Documentation (OXPath Project): 1.0.4 javadocs
Continuous Integration: Build Status
License: 3-Clause BSD License


OXPath is a web data extraction tool. The original version, OXPath 2.0, was provided by the Diadem Team.

The first version, OXPath 1.0, can be found at https://github.com/diadem/OXPath.

The current version supports Linux and OSX platforms.

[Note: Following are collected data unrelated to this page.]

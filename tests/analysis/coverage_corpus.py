"""A small corpus generator with a known population value, for measuring interval coverage.

Documents are sentences of Zipf-distributed filler words; some sentences pair a target
word with an attribute word: an x word goes with an a word with probability
(1 + s) / 2 (else with a b word), a y word the other way round. Each document has its
own strength s, drawn uniformly from [0, 2 * STRENGTH], so documents differ the way
real documents do and the document bootstrap has something to resample. The
population value of a figure is its value on a corpus POPULATION_FACTOR times larger
from the same generator.
"""

from __future__ import annotations

import json
from pathlib import Path

import numpy as np

from tracer.core.association import AssociationTest
from tracer.core.counting import CountSettings
from tracer.core.ppmi_svd import PpmiSvdSettings
from tracer.corpus.ingest import ingest
from tracer.corpus.workspace import Workspace

SYLLABLES = ["ka", "lo", "mi", "ren", "tu", "vos", "pel", "dar", "shi", "no", "bex", "qua", "zil", "fo", "gru"]
STRENGTH = 0.35
PAIR_SHARE = 0.5          # share of sentences that pair a target with an attribute
SENTENCE = 9              # filler words per sentence
POPULATION_FACTOR = 20
COUNTS = CountSettings(window=4, min_count=3)
SVD = PpmiSvdSettings(dim=20)


def _word(k: int, prefix: str) -> str:
    s = prefix
    while True:
        s += SYLLABLES[k % len(SYLLABLES)]
        k //= len(SYLLABLES)
        if k == 0:
            return s


X = [_word(k, "ax") for k in range(5)]
Y = [_word(k, "ey") for k in range(5)]
A = [_word(k, "ob") for k in range(5)]
B = [_word(k, "uc") for k in range(5)]
FILLER = [_word(k, "") for k in range(300)]
TEST = AssociationTest("planted", tuple(X), tuple(Y), tuple(A), tuple(B), tuple(zip(A, B)))


def documents(seed: int, n_docs: int, sentences: int = 12) -> list[dict]:
    """``n_docs`` documents of ``sentences`` sentences each, from ``seed``."""
    rng = np.random.default_rng(seed)
    zipf = 1.0 / np.arange(1, len(FILLER) + 1)
    zipf /= zipf.sum()
    out = []
    for d in range(n_docs):
        s = rng.uniform(0, 2 * STRENGTH)
        words = []
        for _ in range(sentences):
            sent = list(rng.choice(FILLER, SENTENCE, p=zipf))
            if rng.random() < PAIR_SHARE:
                x_side = rng.random() < 0.5
                target = rng.choice(X if x_side else Y)
                towards_a = (rng.random() < (1 + s) / 2) == x_side
                attr = rng.choice(A if towards_a else B)
                sent[rng.integers(0, SENTENCE)] = target
                sent[rng.integers(0, SENTENCE)] = attr
            words.extend(sent)
        out.append({"id": f"d{d}", "source": "Src", "time": 2000, "text": " ".join(words)})
    return out


def workspace(folder: Path, seed: int, n_docs: int) -> Workspace:
    """A workspace of ``n_docs`` generated documents in ``folder``."""
    folder.mkdir(parents=True, exist_ok=True)
    path = folder / "docs.jsonl"
    with open(path, "w", encoding="utf-8") as f:
        f.writelines(json.dumps(d) + "\n" for d in documents(seed, n_docs))
    ingest(folder / "ws", [path])
    return Workspace(folder / "ws")
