def test_tribune_mix_verification_is_not_confirmed_although_pearson_is_high(traced):
    """The reproduction: one large source (the Tribune) carries Pearson r while the others are out of
    order, so the trace must say its estimates are not confirmed."""
    v = traced["tribune_mix"].verification
    assert v.pearson_r > 0.9 and v.largest == "source=Tribune"
    assert not v.confirmed and v.pearson_r_without_largest < 0.5
    assert traced["tribune_mix"].headline().splitlines()[1].startswith("estimates not confirmed")


def test_a_single_large_point_cannot_confirm_a_wrong_ranking():
    """Invented table: the big point agrees, the seven small ones are in reverse order."""
    predicted = np.array([-1.0, 0.01, 0.02, 0.03, 0.04, 0.05, 0.06, 0.07])
    actual = np.array([-0.9, 0.07, 0.06, 0.05, 0.04, 0.03, 0.02, 0.01])
    table = pd.DataFrame({"removed": [f"set {k}" for k in range(8)], "predicted": predicted, "actual": actual})
    v = agreement_of(table, "gap")
    assert v.pearson_r > 0.99                      # Pearson alone would call this a success
    assert v.spearman_rho == pytest.approx(stats.spearmanr(predicted, actual).statistic)
    assert v.pearson_r_without_largest == pytest.approx(-1.0) and v.largest == "set 0"
    assert not v.confirmed and "Spearman rho below 0.6" in v.reason
    agreeing = agreement_of(table.assign(actual=predicted * 0.8), "gap")
    assert agreeing.confirmed and agreeing.headline().startswith("estimates confirmed")
    few = agreement_of(table.head(4).assign(actual=predicted[:4]), "gap")
    assert not few.confirmed and "4 retrains, fewer than 5" in few.reason


def test_word2vec_view_mirrors_skip_gram():
    """gensim draws a reduced window b uniformly from 0..window-1 and keeps contexts up to
    window - b (word2vec_inner.pyx, from memory), so a context at distance j is seen with
    probability (window - j + 1) / window: the view's linear weighting. SGNS fits PMI - log k."""
    counts, svd = word2vec_view(CountSettings(window=5), Word2VecSettings(negative=7, dim=40))
    window = 5
    seen = np.array([np.mean([j <= window - b for b in range(window)]) for j in range(1, window + 1)])
    np.testing.assert_allclose(counts.distance_weights(), seen)
    assert (svd.shift, svd.alpha, svd.dim) == (7.0, 0.75, 40)


def test_source_contributions_and_shares(traced):
    s = traced["gazette_outlet"].sources
    assert s.token_share.sum() == pytest.approx(1.0)
    gaz = s.iloc[0]
    assert gaz.contribution_gap < 0 and gaz.share_ratio < -1  # a small outlet with an outsized effect
    assert gaz.contribution_per_million_tokens == pytest.approx(gaz.contribution_gap / gaz.tokens * 1e6)


def test_passages_quote_the_stored_text(demo_ws, traced):
    p = traced["gazette_outlet"].passages
    assert len(p) > 0
    index = dict(zip(demo_ws.documents.doc_id, demo_ws.documents.doc_index))
    for row in p.head(10).itertuples():
        text = demo_ws.texts([index[row.doc_id]])[index[row.doc_id]]
        assert text[row.start:row.end] == row.text
        assert row.marked.lower().count("[[") == 2
        assert f"[[{row.target}]]" in row.marked.lower() and f"[[{row.attribute}]]" in row.marked.lower()


def test_first_order_values_equal_a_recount_without_the_document(demo_ws):
    """Exact leave-one-out PMI against a brute-force recount with the document's weight set to 0."""
    sl = slice_from_spec(demo_ws, "source=Gazette")
    s = CountSettings()
    c = count_slice(demo_ws, sl.weights, s)
    emb = embedding_from_counts(demo_ws, sl, c, PpmiSvdSettings())
    attr = Attribution(demo_ws, sl.weights, c, emb, TESTS["gazette_outlet"], alpha=0.75, shift=1, eig_power=0.5)
    full, loo = attr.leave_one_out_pmi("velmari", "agony")
    # documents chosen from the text, not from loo: a leave-one-out that leaves nothing out must fail
    i_v, i_a = demo_ws.vocab.index["velmari"], demo_ws.vocab.index["agony"]
    both = [d for d in np.flatnonzero(sl.weights > 0)[:300]
            if {i_v, i_a} <= set(demo_ws.document_tokens(int(d)).tolist())]
    assert len(both) >= 4
    for d in both[:4]:
        w = sl.weights.copy()
        w[d] = 0
        rc = count_slice(demo_ws, w, s, vocab=c.vocab)
        m = Marginals.of(rc.matrix, 0.75)
        i, j = c.vocab.index["velmari"], c.vocab.index["agony"]
        expected = np.log(rc.matrix[i, j]) - np.log(m.rows[i]) - 0.75 * np.log(m.cols[j]) + m.log_z
        assert loo[d] == pytest.approx(expected, rel=1e-10) and expected != pytest.approx(full, rel=1e-6)


@pytest.mark.parametrize("weighting", ["uniform", "harmonic"])
def test_one_pass_linear_score_equals_the_per_document_matrices(demo_ws, weighting, monkeypatch):
    """The fused one-pass score against -<K, C^d> + <u, r^d> written out with the per-document
    matrices (C^d of the probe rows, r^d), on resampling-style weights 0, 1, 2."""
    rng = np.random.default_rng(3)
    w = rng.integers(0, 3, demo_ws.n_documents).astype(float)
    s = CountSettings(weighting=weighting)
    c = count_slice(demo_ws, w, s)
    sl = slice_from_spec(demo_ws, "all")
    emb = embedding_from_counts(demo_ws, sl, c, PpmiSvdSettings())
    attr = Attribution(demo_ws, w, c, emb, TESTS["gazette_outlet"], alpha=0.75, shift=1, eig_power=0.5)
    for which in ("gap", "effect_size"):
        g = attr._dB_dM(which)
        act = sp.coo_array(attr.M_P)
        gv = g[act.row, act.col]
        expected = np.zeros(demo_ws.n_documents)
        for i in range(len(attr.probe_ids)):
            K_i = np.zeros(len(attr.r))
            sel = act.row == i
            K_i[act.col[sel]] = gv[sel] / attr.C_P[i, act.col[sel]]
            expected -= attr.P[i * demo_ws.n_documents:(i + 1) * demo_ws.n_documents] @ K_i
        u = np.zeros(len(attr.r))
        np.add.at(u, attr.probe_ids[act.row], gv / attr.r[attr.probe_ids[act.row]])
        np.add.at(u, act.col, 0.75 * gv / attr.r[act.col])
        u -= 0.75 * gv.sum() * attr.r ** -0.25 / np.exp(attr.log_z)
        expected += attr.R @ u
        got = attr.linear(which)
        assert np.count_nonzero(expected) > 100 and np.all(got[w == 0] == 0)
        np.testing.assert_allclose(got, expected, rtol=1e-9, atol=1e-12 * np.abs(expected).max())
        with monkeypatch.context() as m:  # the pass split over three threads gives the same numbers
            m.setattr(attribute, "LINEAR_THREADS_FROM", 0)
            m.setattr(attribute, "default_workers", lambda: 3)
            np.testing.assert_array_equal(attr.linear(which), got)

Meltwater uses OXPath to extract millions of documents from 100'000s of sources daily.

Project Structure

OXPath Project consists of the following modules:

  • OXPath Core, implementing the core functionality of the OXPath language.
  • WebAPI, implementing an interface to web browsers (only Firefox 47.0.1 is currently supported).
  • Util contains functionality required for the project.
  • Output Handlers are a set of modules for serialising the result tree of OXPath into different formats (e.g., XML, JSON, CSV, RDB).
  • OXPath CLI is a command line interface for OXPath.
  • Browser Installer installs a web browser required by OXPath.

Installation

The project requires Java 1.7 (or higher).

Linux

Linux users need to run Browser Installer, which will install web browser into .oxpath in their home directory.

OSX

Mac users need to install a web browser supported by OXPath (i.e., Firefox 47.0.1) and convey OXPath with a configuration file as follows:

<?xml version="1.0" encoding="UTF-8" ?>
<diadem>
	<webapi>
		<platforms>
			<platform os-type="OSX">
				<home user-home-rel="true">.oxpath</home>
				<browser name="FIREFOX">
					<relpath>firefox_47.0.1</relpath>
					<run-file-path>/Applications/Firefox 47.0.1.app/Contents/MacOS/firefox</run-file-path>
					<display-size-file-relpath>display_size</display-size-file-relpath>
					<download-dir-relpath>download</download-dir-relpath>
				</browser>
			</platform>
		</platforms>
	</webapi>
</diadem>

Installation Into Your Local Repository

The installation of OXPath requires Maven v.3.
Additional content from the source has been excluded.